Past Interviews
    This website exists today only because courageous, intelligent and daring women
    back in the 1970's decided to break the rules of society. They rallied together
    under the banner of the punk movement. Many of them are no longer with us.

    This page is dedicated to their memories.

    I am sending out e-mail interviews to women who were actively involved in the late
    seventies L.A. punk scene. Everyone gets the same eight questions. No space or
    time limitations. Since I think that women's voices have already been over-edited
    by others, I reserve the right to refuse to edit these women's responses. Instead, I
    intend to publish them in their entirety, raw and unexpurgated.
    LET THE WOMEN SPEAK!  
    Interview with: Theresa Kereakes
    conducted April 2005

    Theresa Kereakes is yet another person I've met (or reconnected with) through
    Jenny Lens. Like Jenny, she is a photographer and was around to witness and
    document the birth of the mid-seventies punk movement.  She says that she first
    grabbed her camera to prove to her doubting friends that she had actually been to
    the rock shows she was always talking about. Thirty years later, she's begun
    publishing her "photographic evidence" on the web, along with her humorous and
    insightful memories.  Aside from her invaluable documentation, she was kind of a
    punk rock den mother to some of the scene's most creative personalities.

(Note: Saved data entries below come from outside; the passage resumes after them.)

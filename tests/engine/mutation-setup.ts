// Set up for `npm run mutation:engine` only (tests/engine/vitest.mutation.config.ts): one fixed fast-check
// seed, so two mutation runs test each mutant against the same frames, and a quarter of the usual runs for
// properties that do not set their own count (see runs() in helpers.ts for those that do).
import fc from "fast-check";

fc.configureGlobal({ seed: 20261201, numRuns: 25 });
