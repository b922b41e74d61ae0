/** Properties every linear frame analysis must have, checked on seeded random frames (fast-check drives the seeds). */
import { describe, it, expect } from "vitest";
import fc from "fast-check";
import { memberDiagram, nodeDisplacement, memberEndForces, type LoadInput, type ModelInput } from "@/lib/engine";
import { validateModel } from "@/lib/engine/validate";
import { assembleStiffness, prepareMembers, rotationalStiffness } from "@/lib/engine/assembly";
import { buildDofMap } from "@/lib/engine/dofs";
import { condense, frameLocalStiffness, toGlobalStiffness } from "@/lib/engine/elements";
import { multiplySymmetric } from "@/lib/engine/sparse";
import { analyzeOrThrow, expectClose, expectNear, seededRandom } from "./helpers";
import { randomFrame } from "./random-frames";

const RUNS = { numRuns: 25 };
const seeds = fc.integer({ min: 1, max: 2 ** 31 - 1 });

function stiffnessOf(model: ModelInput) {
  const v = validateModel(model);
  if (!v.ok) throw new Error(JSON.stringify(v.errors));
  const members = prepareMembers(v);
  const dofs = buildDofMap(v.model, rotationalStiffness(v.model, members));
  return { model: v.model, dofs, K: assembleStiffness(members, dofs) };
}

describe("element stiffness", () => {
  it("is symmetric and has the three rigid-body motions as null space, for any angle and releases", () => {
    fc.assert(
      fc.property(fc.double({ min: 0, max: 2 * Math.PI, noNaN: true }), fc.constantFrom([], [2], [5], [2, 5]), (angle, released) => {
        const L = 3.7;
        const c = Math.cos(angle);
        const s = Math.sin(angle);
        const K = toGlobalStiffness(condense(frameLocalStiffness(210e9, 0.01, 2e-4, L), null, [...released]).k, c, s);
        const scale = Math.max(...Array.from(K, Math.abs));
        for (let i = 0; i < 6; i++) for (let j = 0; j < i; j++) expectClose(K[i * 6 + j], K[j * 6 + i], 1e-12, scale);
        // Translations in X, Y and a rotation about node i (ux = −θ·y, uy = θ·x, rz = θ).
        const motions = [
          [1, 0, 0, 1, 0, 0],
          [0, 1, 0, 0, 1, 0],
          [0, 0, 1, -s * L, c * L, 1],
        ];
        for (const r of motions) {
          for (let i = 0; i < 6; i++) {
            const f = r.reduce((sum, rj, j) => sum + K[i * 6 + j] * rj, 0);
            expect(Math.abs(f)).toBeLessThan(1e-9 * scale * L);
          }
        }
      }),
      { numRuns: 50 },
    );
  });
});

describe("random frames", () => {
  it("an unsupported structure's rigid-body motions produce no force (K r = 0)", () => {
    fc.assert(
      fc.property(seeds, (seed) => {
        const { model, dofs, K } = stiffnessOf(randomFrame(seed, { unsupported: true, releases: true }));
        const absK = { ...K, values: K.values.map(Math.abs) };
        for (const [a, b, theta] of [[1e-3, 0, 0], [0, 1e-3, 0], [0, 0, 1e-4]]) {
          const r = new Float64Array(dofs.nFree);
          for (let e = 0; e < dofs.nFree; e++) {
            const g = dofs.freeToGlobal[e];
            const node = model.nodes[Math.floor(g / 3)];
            r[e] = [a - theta * node.y, b + theta * node.x, theta][g % 3];
          }
          const Kr = multiplySymmetric(K, r);
          const scale = multiplySymmetric(absK, r.map(Math.abs));
          Kr.forEach((f, i) => expect(Math.abs(f)).toBeLessThanOrEqual(1e-10 * Math.max(...scale) + 1e-12 * scale[i]));
        }
      }),
      RUNS,
    );
  });

  it("Maxwell–Betti: the displacement at b from a unit load at a equals that at a from a unit load at b", () => {
    fc.assert(
      fc.property(seeds, (seed) => {
        const rand = seededRandom(seed ^ 0x5bd1e995);
        const base = randomFrame(seed, { releases: true });
        const free = base.nodes.filter((n) => !n.support);
        const pick = () => ({ node: free[Math.floor(rand() * free.length)].id, dir: (["fx", "fy", "mz"] as const)[Math.floor(rand() * 3)] });
        const a = pick();
        const b = pick();
        const unit = (p: typeof a): LoadInput => ({ kind: "nodal", node: p.node, [p.dir]: 1 });
        const r = analyzeOrThrow({ ...base, loadCases: [{ id: "a", loads: [unit(a)] }, { id: "b", loads: [unit(b)] }] });
        const comp = { fx: "ux", fy: "uy", mz: "rz" } as const;
        const dba = nodeDisplacement(r, b.node, "a")[comp[b.dir]];
        const dab = nodeDisplacement(r, a.node, "b")[comp[a.dir]];
        expectClose(dba, dab, 1e-8, 1e-14);
      }),
      RUNS,
    );
  });

  it("every node and every member is in equilibrium, and the whole structure too", () => {
    fc.assert(
      fc.property(seeds, (seed) => {
        const model = randomFrame(seed, { releases: true });
        const r = analyzeOrThrow(model);
        const res = r.loadCases.L;
        expect(res.equilibrium.relative).toBeLessThan(1e-10);
        expect(res.relativeResidual).toBeLessThan(1e-10);
        // Nodes: Σ (member end forces, global) − nodal loads − reactions = 0.
        const sum = new Float64Array(3 * model.nodes.length);
        const scale = new Float64Array(sum.length);
        const nodeIndex = new Map(model.nodes.map((n, i) => [n.id, i]));
        for (const m of model.members ?? []) {
          const f = memberEndForces(r, m.id, "L");
          const [a, b] = [model.nodes[nodeIndex.get(m.start)!], model.nodes[nodeIndex.get(m.end)!]];
          const L = Math.hypot(b.x - a.x, b.y - a.y);
          const c = (b.x - a.x) / L;
          const s = (b.y - a.y) / L;
          for (const [node, end] of [[m.start, f.start], [m.end, f.end]] as const) {
            const o = 3 * nodeIndex.get(node)!;
            const F = [c * end.fx - s * end.fy, s * end.fx + c * end.fy, end.mz];
            F.forEach((v, d) => {
              sum[o + d] += v;
              scale[o + d] += Math.abs(v);
            });
          }
          // Member: the diagram, integrated from the start with the span loads, must land on the end forces at L.
          const d = memberDiagram(r, m.id, "L");
          const atEnd = d.valueAt(L, "left");
          const tol = 1e-8 * (Math.abs(f.start.fy) + Math.abs(f.end.fy) + Math.abs(f.start.fx) + 1);
          expectNear(atEnd.N, f.end.fx, tol);
          expectNear(atEnd.V, -f.end.fy, tol);
          expectNear(atEnd.M, f.end.mz, tol * L);
        }
        for (const load of model.loadCases![0].loads!) {
          if (load.kind !== "nodal") continue;
          const o = 3 * nodeIndex.get(load.node)!;
          [load.fx ?? 0, load.fy ?? 0, load.mz ?? 0].forEach((v, d) => (sum[o + d] -= v));
        }
        sum.forEach((v, i) => {
          const residual = v - res.reactions[i];
          expect(Math.abs(residual)).toBeLessThanOrEqual(1e-9 * (scale[i] + Math.abs(res.reactions[i])) + 1e-6);
        });
      }),
      RUNS,
    );
  });

  it("results are unchanged when every member is split in two", () => {
    fc.assert(
      fc.property(seeds, (seed) => {
        const model = randomFrame(seed, { releases: true, simpleLoads: true });
        const split = splitEveryMember(model);
        const r1 = analyzeOrThrow(model);
        const r2 = analyzeOrThrow(split);
        for (const n of model.nodes) {
          const d1 = nodeDisplacement(r1, n.id, "L");
          const d2 = nodeDisplacement(r2, n.id, "L");
          const scale = Math.max(Math.abs(d1.ux), Math.abs(d1.uy)) + 1e-12;
          expectClose(d2.ux, d1.ux, 1e-8, scale);
          expectClose(d2.uy, d1.uy, 1e-8, scale);
          expectClose(d2.rz, d1.rz, 1e-8, scale / 3);
        }
        for (const m of model.members ?? []) {
          const f1 = memberEndForces(r1, m.id, "L");
          const a = memberEndForces(r2, `${m.id}a`, "L").start;
          const b = memberEndForces(r2, `${m.id}b`, "L").end;
          const scale = Math.abs(f1.start.fx) + Math.abs(f1.start.fy) + Math.abs(f1.start.mz) + 1;
          expectClose(a.fy, f1.start.fy, 1e-8, scale);
          expectClose(a.mz, f1.start.mz, 1e-8, scale);
          expectClose(b.mz, f1.end.mz, 1e-8, scale);
          // Midspan of the original member = end of its first half.
          const L = memberDiagram(r1, m.id, "L").length;
          expectClose(memberDiagram(r2, `${m.id}a`, "L").valueAt(L / 2, "left").M, memberDiagram(r1, m.id, "L").valueAt(L / 2).M, 1e-8, scale);
          expectClose(memberDiagram(r2, `${m.id}b`, "L").valueAt(L / 4).deflection, memberDiagram(r1, m.id, "L").valueAt((3 * L) / 4).deflection, 1e-7, 1e-9);
        }
      }),
      RUNS,
    );
  });
});

/** Each member becomes `<id>a` and `<id>b` meeting at a new midpoint node; full-length loads are split too. */
function splitEveryMember(model: ModelInput): ModelInput {
  const nodes = [...model.nodes];
  const members: NonNullable<ModelInput["members"]> = [];
  const byId = new Map(model.nodes.map((n) => [n.id, n]));
  for (const m of model.members ?? []) {
    const a = byId.get(m.start)!;
    const b = byId.get(m.end)!;
    nodes.push({ id: `${m.id}-mid`, x: (a.x + b.x) / 2, y: (a.y + b.y) / 2 });
    const { releases, ...rest } = m;
    members.push({ ...rest, id: `${m.id}a`, end: `${m.id}-mid`, ...(releases?.startMoment ? { releases: { startMoment: true } } : {}) });
    members.push({ ...rest, id: `${m.id}b`, start: `${m.id}-mid`, ...(releases?.endMoment ? { releases: { endMoment: true } } : {}) });
  }
  const loads = model.loadCases![0].loads!.flatMap((l): LoadInput[] => {
    if (l.kind !== "distributed") return [l];
    return [{ ...l, member: `${l.member}a` }, { ...l, member: `${l.member}b` }];
  });
  return { ...model, nodes, members, loadCases: [{ id: "L", loads }] };
}
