// Seeds the demo firm into DATABASE_URL when it has no users yet; otherwise says so and leaves it.
// Run by `npm start` and `npm test` after the migrations. Uses its own pool and closes it.
import { drizzle } from "drizzle-orm/node-postgres";
import { seedDemoFirm } from "../db/seed";
import * as schema from "../db/schema";
import { runDatabaseScript } from "./lib/database-script";
import { seedStartingLibraries } from "./lib/seed-libraries";
import { seedStartingStandards } from "./lib/seed-standards";

runDatabaseScript("seed", async (pool) => {
  const database = drizzle(pool, { schema, casing: "snake_case" });
  const result = await seedDemoFirm(database);
  console.log(
    result.seeded
      ? `seed: demo firm created (${result.users} users, ${result.jobs} jobs)`
      : "seed: already seeded (users exist); nothing changed",
  );
  const standards = await seedStartingStandards(database);
  console.log(
    standards.seeded
      ? `seed: starting standards published (${standards.standards} standards, ${standards.versions} versions)`
      : `seed: starting standards not imported (${standards.reason}); nothing changed`,
  );
  const libraries = await seedStartingLibraries(database);
  console.log(
    libraries.seeded
      ? `seed: starting libraries published (${libraries.libraries} libraries, ${libraries.entries} entries)`
      : `seed: starting libraries not imported (${libraries.reason}); nothing changed`,
  );
  return 0;
});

    Theresa's blog is at www.kereakes.com. Be sure to check it out on a regular basis
    for her great stories and photos.
Theresa Kereakes

    1. What was/is your contribution to the punk community?

    Back in the day, I thought it was having a reliable car, being the designated driver, having a big
    apartment, dad's credit card and that I used all these things for the greater good of all my friends
    by driving them around, making big dinners for my friends, or throwing parties where people
    could eat (socialist in training!).  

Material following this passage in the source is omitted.